■ **Problem details**
Output all of the records exactly as written.

■ **Material for the task**
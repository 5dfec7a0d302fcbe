// Package scm defines structural causal models with known mechanisms for
// testing the attribution engine against ground truth.
//
// A Model is a list of nodes in topological order. Node i has one structural
// equation per group,
//
//	x_i = f_i^g(pa_i, u_i, z_i),   g ∈ {reference, comparison},
//
// driven by its own noise pair: u_i ~ Uniform[0, 1) and z_i ~ N(0, 1). The
// noise is the same for both equations, so the hybrid distribution P_S (node
// i follows the comparison group's equation when i ∈ S, the reference's
// otherwise) can be simulated for every coalition S from the same draws
// (common random numbers): v(S) − v(S') then has far less Monte Carlo error
// than either value alone, and a mechanism whose equations agree, or whose
// output nothing downstream reads, changes no record at all and gets a
// Shapley value of exactly 0.
//
// Everything here is synthetic and exists to test the estimator.
package scm

import "fmt"

// Kind says how a node's value is encoded.
type Kind int

const (
	// Continuous nodes take any real value; one column.
	Continuous Kind = iota
	// Binary nodes take 0 or 1; one column.
	Binary
	// Categorical nodes take levels 0..Levels−1; Levels−1 indicator columns
	// (level 0 is the baseline).
	Categorical
	// Probability nodes take values in [0, 1], such as a model's score;
	// one column, listed in the Sample's ProbabilityCols (Pooled).
	Probability
)

// Equation is one group's structural equation of a node: it maps the
// parents' values (in Node.Parents order; categorical parents as level
// indices) and the node's noise pair u ~ Uniform[0,1), z ~ N(0,1) to the
// node's value.
type Equation func(pa []float64, u, z float64) float64

// Node is one variable of a Model.
type Node struct {
	Name    string
	Kind    Kind
	Levels  int   // number of levels of a Categorical node
	Parents []int // indices of earlier nodes
	// Reference is the reference group's equation. Comparison is the
	// comparison group's, or nil when the mechanism does not differ: the
	// node then uses Reference in every coalition and the simulation does
	// not branch on it (its Shapley value is exactly 0).
	Reference  Equation
	Comparison Equation
}

// Shifted reports whether the node's mechanism differs between groups.
func (n *Node) Shifted() bool { return n.Comparison != nil }

// Model is a structural causal model over Nodes (topological order) with a
// binary label node and a fixed scoring model.
type Model struct {
	Name  string
	Nodes []Node
	Label int // index of the Binary label node
	// Score is the audited model's probability for a record whose node
	// values are v (indexed like Nodes). It must be a fixed function of v.
	Score func(v []float64) float64
	// ScoreInputs optionally lists the nodes Score reads; nil means any.
	// The hybrid simulation reuses the previous score when the label and
	// these nodes are unchanged, which saves the score's cost on branches of
	// nodes the model does not read. A wrong list gives wrong scores.
	ScoreInputs []int
}

// MaxNodes bounds the number of nodes, so that every coalition fits in a
// Coalition bit set and 2^k statistics fit in memory.
const MaxNodes = 16

// Coalition is a set of node indices: bit i set means node i follows the
// comparison group's equation.
type Coalition uint64

// Has reports whether node i is in the coalition.
func (s Coalition) Has(i int) bool { return s&(1<<uint(i)) != 0 }

// All is the coalition of all k nodes.
func All(k int) Coalition { return Coalition(1)<<uint(k) - 1 }

// Validate checks the model's structure. It returns an error naming the
// offending node.
func (m *Model) Validate() error {
	k := len(m.Nodes)
	if k == 0 || k > MaxNodes {
		return fmt.Errorf("scm: model %q has %d nodes, want 1..%d", m.Name, k, MaxNodes)
	}
	if m.Score == nil {
		return fmt.Errorf("scm: model %q has no score function", m.Name)
	}
	if m.Label < 0 || m.Label >= k || m.Nodes[m.Label].Kind != Binary {
		return fmt.Errorf("scm: model %q: label index %d is not a binary node", m.Name, m.Label)
	}
	for _, i := range m.ScoreInputs {
		if i < 0 || i >= k {
			return fmt.Errorf("scm: model %q: score input index %d out of range", m.Name, i)
		}
	}
	seen := map[string]bool{}
	for i, n := range m.Nodes {
		if n.Name == "" || seen[n.Name] {
			return fmt.Errorf("scm: model %q: node %d has an empty or repeated name %q", m.Name, i, n.Name)
		}
		seen[n.Name] = true
		if n.Reference == nil {
			return fmt.Errorf("scm: model %q: node %q lacks a reference equation", m.Name, n.Name)
		}
		if n.Kind == Categorical && n.Levels < 2 {
			return fmt.Errorf("scm: model %q: categorical node %q needs at least 2 levels", m.Name, n.Name)
		}
		for _, p := range n.Parents {
			if p < 0 || p >= i {
				return fmt.Errorf("scm: model %q: node %q has parent index %d, want an earlier node", m.Name, n.Name, p)
			}
		}
	}
	return nil
}

// ShiftedSet is the coalition of nodes whose mechanisms differ.
func (m *Model) ShiftedSet() Coalition {
	var s Coalition
	for i := range m.Nodes {
		if m.Nodes[i].Shifted() {
			s |= 1 << uint(i)
		}
	}
	return s
}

■ **Task answer**
repository 5dfec7a0d302fcbe
// Package scm defines structural causal models with known mechanisms for
// testing the attribution engine against ground truth.
//
// A Model is a list of nodes in topological order. Node i has one structural
// equation per group,
//
//	x_i = f_i^g(pa_i, u_i, z_i),   g ∈ {reference, comparison},
//
// driven by its own noise pair: u_i ~ Uniform[0, 1) and z_i ~ N(0, 1). The
// noise is the same for both equations, so the hybrid distribution P_S (node
// i follows the comparison group's equation when i ∈ S, the reference's
// otherwise) can be simulated for every coalition S from the same draws
// (common random numbers): v(S) − v(S') then has far less Monte Carlo error
// than either value alone, and a mechanism whose equations agree, or whose
// output nothing downstream reads, changes no record at all and gets a
// Shapley value of exactly 0.
//
// Everything here is synthetic and exists to test the estimator.
package scm

import "fmt"

// Kind says how a node's value is encoded.
type Kind int

const (
	// Continuous nodes take any real value; one column.
	Continuous Kind = iota
	// Binary nodes take 0 or 1; one column.
	Binary
	// Categorical nodes take levels 0..Levels−1; Levels−1 indicator columns
	// (level 0 is the baseline).
	Categorical
	// Probability nodes take values in [0, 1], such as a model's score;
	// one column, listed in the Sample's ProbabilityCols (Pooled).
	Probability
)

// Equation is one group's structural equation of a node: it maps the
// parents' values (in Node.Parents order; categorical parents as level
// indices) and the node's noise pair u ~ Uniform[0,1), z ~ N(0,1) to the
// node's value.
type Equation func(pa []float64, u, z float64) float64

// Node is one variable of a Model.
type Node struct {
	Name    string
	Kind    Kind
	Levels  int   // number of levels of a Categorical node
	Parents []int // indices of earlier nodes
	// Reference is the reference group's equation. Comparison is the
	// comparison group's, or nil when the mechanism does not differ: the
	// node then uses Reference in every coalition and the simulation does
	// not branch on it (its Shapley value is exactly 0).
	Reference  Equation
	Comparison Equation
}

// Shifted reports whether the node's mechanism differs between groups.
func (n *Node) Shifted() bool { return n.Comparison != nil }

// Model is a structural causal model over Nodes (topological order) with a
// binary label node and a fixed scoring model.
type Model struct {
	Name  string
	Nodes []Node
	Label int // index of the Binary label node
	// Score is the audited model's probability for a record whose node
	// values are v (indexed like Nodes). It must be a fixed function of v.
	Score func(v []float64) float64
	// ScoreInputs optionally lists the nodes Score reads; nil means any.
	// The hybrid simulation reuses the previous score when the label and
	// these nodes are unchanged, which saves the score's cost on branches of
	// nodes the model does not read. A wrong list gives wrong scores.
	ScoreInputs []int
}

// MaxNodes bounds the number of nodes, so that every coalition fits in a
// Coalition bit set and 2^k statistics fit in memory.
const MaxNodes = 16

// Coalition is a set of node indices: bit i set means node i follows the
// comparison group's equation.
type Coalition uint64

// Has reports whether node i is in the coalition.
func (s Coalition) Has(i int) bool { return s&(1<<uint(i)) != 0 }

// All is the coalition of all k nodes.
func All(k int) Coalition { return Coalition(1)<<uint(k) - 1 }

// Validate checks the model's structure. It returns an error naming the
// offending node.
func (m *Model) Validate() error {
	k := len(m.Nodes)
	if k == 0 || k > MaxNodes {
		return fmt.Errorf("scm: model %q has %d nodes, want 1..%d", m.Name, k, MaxNodes)
	}
	if m.Score == nil {
		return fmt.Errorf("scm: model %q has no score function", m.Name)
	}
	if m.Label < 0 || m.Label >= k || m.Nodes[m.Label].Kind != Binary {
		return fmt.Errorf("scm: model %q: label index %d is not a binary node", m.Name, m.Label)
	}
	for _, i := range m.ScoreInputs {
		if i < 0 || i >= k {
			return fmt.Errorf("scm: model %q: score input index %d out of range", m.Name, i)
		}
	}
	seen := map[string]bool{}
	for i, n := range m.Nodes {
		if n.Name == "" || seen[n.Name] {
			return fmt.Errorf("scm: model %q: node %d has an empty or repeated name %q", m.Name, i, n.Name)
		}
		seen[n.Name] = true
		if n.Reference == nil {
			return fmt.Errorf("scm: model %q: node %q lacks a reference equation", m.Name, n.Name)
		}
		if n.Kind == Categorical && n.Levels < 2 {
			return fmt.Errorf("scm: model %q: categorical node %q needs at least 2 levels", m.Name, n.Name)
		}
		for _, p := range n.Parents {
			if p < 0 || p >= i {
				return fmt.Errorf("scm: model %q: node %q has parent index %d, want an earlier node", m.Name, n.Name, p)
			}
		}
	}
	return nil
}

// ShiftedSet is the coalition of nodes whose mechanisms differ.
func (m *Model) ShiftedSet() Coalition {
	var s Coalition
	for i := range m.Nodes {
		if m.Nodes[i].Shifted() {
			s |= 1 << uint(i)
		}
	}
	return s
}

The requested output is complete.